7 Reasons to Love a Log-burner in Rural Mallorca

The first snow of the season fell on Mallorca this week, in the UNESCO World Heritage Site Tramuntana mountain range. The magnificent mountains are a long way from our home, but it still felt pretty cold here in our valley. Like other parts of Europe, we’ve been battered by fierce winds for a couple of days.

Indoors, at least, we’re keeping warm – thanks to our much-loved Jotul wood-burning stove. We often say that this chunk of metal, in our north-facing sitting room, is the thing we love best about winter.

Here are the reasons we’re so glad we invested in this essential piece of kit for winter on Mallorca:

Our winter warmer

Our winter warmer

It keeps us – and the house – warm around the clock. We feed it a big chunky log just before we go to bed and it burns gently through the night.

It makes great jacket potatoes. Once prepared, with a good bathing of olive oil and dusting of flor de sal, the potatoes are wrapped in a double layer of aluminium foil and placed on the fire bricks lining the sides of the wood-burner. One hour later, we have fluffy jacket potatoes with crispy golden skin. Bring on the butter!

Plate-warming is easy: we’ve placed a small metal trivet on top of the stove and I put the plates on top of this to warm them while I’m cooking dinner. If you try this, do make sure the trivet and plates are well-balanced. On one occasion,  I placed the plates slightly off-centre on the trivet and they crashed to the ground, smashing into dozens of pieces on the stone hearth. Plate-warming fail.

Cooking soup on top of the wood-burner is a breeze, and saves butano.  I simply prepare everything on the kitchen hob and then when the soup has started to bubble gently, the pan goes on top of the stove, to sit there cooking gently for the morning until lunchtime

It successfully proves bread dough. I never make my own bread in summer because it’s much too hot to have the kitchen oven throwing out even more heat. But, in winter, I bring out my inner baker and get kneading. Unlike our old home in England, we don’t have an airing cupboard in which to prove the dough. Instead, we use the log-burner: placing the bowl containing the dough on a table in the same room as the fire makes easy work of the proving process.

It keeps Minstral, our elderly Birman cat, happy. It’s only in the past couple of years that Minstral has decided he likes the warmth of the log-burner. Once upon a time he would give it a wide berth as he walked past but, at the age of 17, he’s finally realized that there’s nowhere more inviting than the rug in front of the hearth.
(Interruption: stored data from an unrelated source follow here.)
import { and, asc, eq, inArray, isNull, sql } from 'drizzle-orm';
import { checkState, deviationText } from '~/domain/bench/daily-check';
import type { CheckedReference, CheckState, Reference } from '~/domain/bench/daily-check';
import { unknownQuantity } from '~/domain/bench/quantities';
import type { QuantityBook } from '~/domain/bench/quantities';
import { dayOf } from '~/lib/dates';
import type { Reader } from '~/server/db/client';
import { checkReferences, dailyChecks, instruments, paths } from '~/server/db/schema';
import { getWorks } from '~/server/queries/office/get-works';
import { listQuantities } from './list-quantities';

export interface ReferenceInUse extends CheckedReference, Reference {
  id: number;
  instrumentNumber: string;
  pathNumber: string | null;
}

/** A reference as its rules see it. */
export function referenceOf(
  row: Pick<typeof checkReferences.$inferSelect, 'quantityKey' | 'freqHz' | 'nominal' | 'tolerance'>,
  book: QuantityBook,
): Reference {
  const { quantityKey, freqHz, nominal, tolerance } = row;
  return { quantity: book.get(quantityKey) ?? unknownQuantity(quantityKey), freqHz, nominal, tolerance };
}

/** The references in use, each with its newest check. */
export async function listReferences(reader: Reader): Promise<ReferenceInUse[]> {
  const rows = await reader
    .select({
      reference: checkReferences,
      instrumentNumber: instruments.number,
      pathNumber: paths.number,
    })
    .from(checkReferences)
    .innerJoin(instruments, eq(instruments.id, checkReferences.instrumentId))
    .leftJoin(paths, eq(paths.id, checkReferences.pathId))
    .where(isNull(checkReferences.retiredAt))
    .orderBy(asc(checkReferences.number));
  if (rows.length === 0) return [];
  const ids = rows.map(({ reference }) => reference.id);
  const [checks, book, { timeZone }] = await Promise.all([
    reader
      .select()
      .from(dailyChecks)
      .where(
        and(
          inArray(dailyChecks.checkReferenceId, ids),
          eq(
            dailyChecks.id,
            sql`(select newest.id from daily_checks newest where newest.check_reference_id = ${dailyChecks.checkReferenceId} order by newest.at desc, newest.id desc limit 1)`,
          ),
        ),
      ),
    listQuantities(reader),
    getWorks(reader),
  ]);
  return rows.map(({ reference, instrumentNumber, pathNumber }) => {
    const { id, number, name } = reference;
    const rules = referenceOf(reference, book);
    const newest = checks.find(({ checkReferenceId }) => checkReferenceId === id);
    return {
      ...{ id, number, name, instrumentNumber, pathNumber },
      ...rules,
      newest:
        newest === undefined
          ? null
          : {
              id: newest.id,
              day: dayOf(newest.at, timeZone),
              isGood: newest.isGood,
              explained: newest.explainedAt !== null,
              deviation: deviationText(rules, newest.deviation),
            },
    };
  });
}

/** What the daily checks say at a moment: what is missing on its day, and what stands against closing a run. */
export async function readCheckState(reader: Reader, at: Date): Promise<CheckState<ReferenceInUse>> {
  const references = await listReferences(reader);
  if (references.length === 0) return { missingToday: [], bad: [] };
  const { timeZone } = await getWorks(reader);
  return checkState(references, dayOf(at, timeZone));
}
Home is where the hearth is . . .

Home is where the hearth is . . .

It makes everywhere dusty. OK, so this isn’t exactly A Good Thing – unless you love dusting (which I don’t). But with so many benefits, The Boss and I can forgive the Jotul for endowing the sitting room with a layer of dust more befitting Miss Havisham’s home.

Throw on another log . . .

Jan Edwards Copyright2014 

13 thoughts on “7 Reasons to Love a Log-burner in Rural Mallorca

  1. You make it sound so cosy! Wish I was there! Sounds perfect for Christmas time. Minstral looks really sweet – bless him. Stay warm Jan!

    • Yes, it is cosy. We rarely want to go out at night in winter, because we don’t like leaving the cosiness! Minstral is doing well for his age, but having a few kidney problems (as most cats do when they get old). He’s on daily medication and a special diet (if you can call a diet without chicken and prawns special!), but is otherwise in fine form. Still loves a cuddle! x

  2. Oooh it sounds so cosy! They mustve lived like this in the olden days! Love the thought of the soup cooking on there all morning and you eating it with big chunks of crusty bread! Yum!

  3. Well, we currently have snow on the top of the Tramuntana mountains! We have had snow at home a couple of times in the past decade, but it’s not common. Mallorca tends to be very damp in winter, but we often get lovely sunny days with bright skies. Not today though . . .

  4. I don’t know why I didn’t see this post earlier. Oh well. We also have a Jotul woodstove and we love it, too. It’s the one thing that makes winter here in Colorado tolerable, I think. I use it too for cooking slow cooking dishes like a stew or soup. Out little Westie and our ginger cat like to sleep next to it. I don’t think I could ever live somewhere where I couldn’t have my Jotul!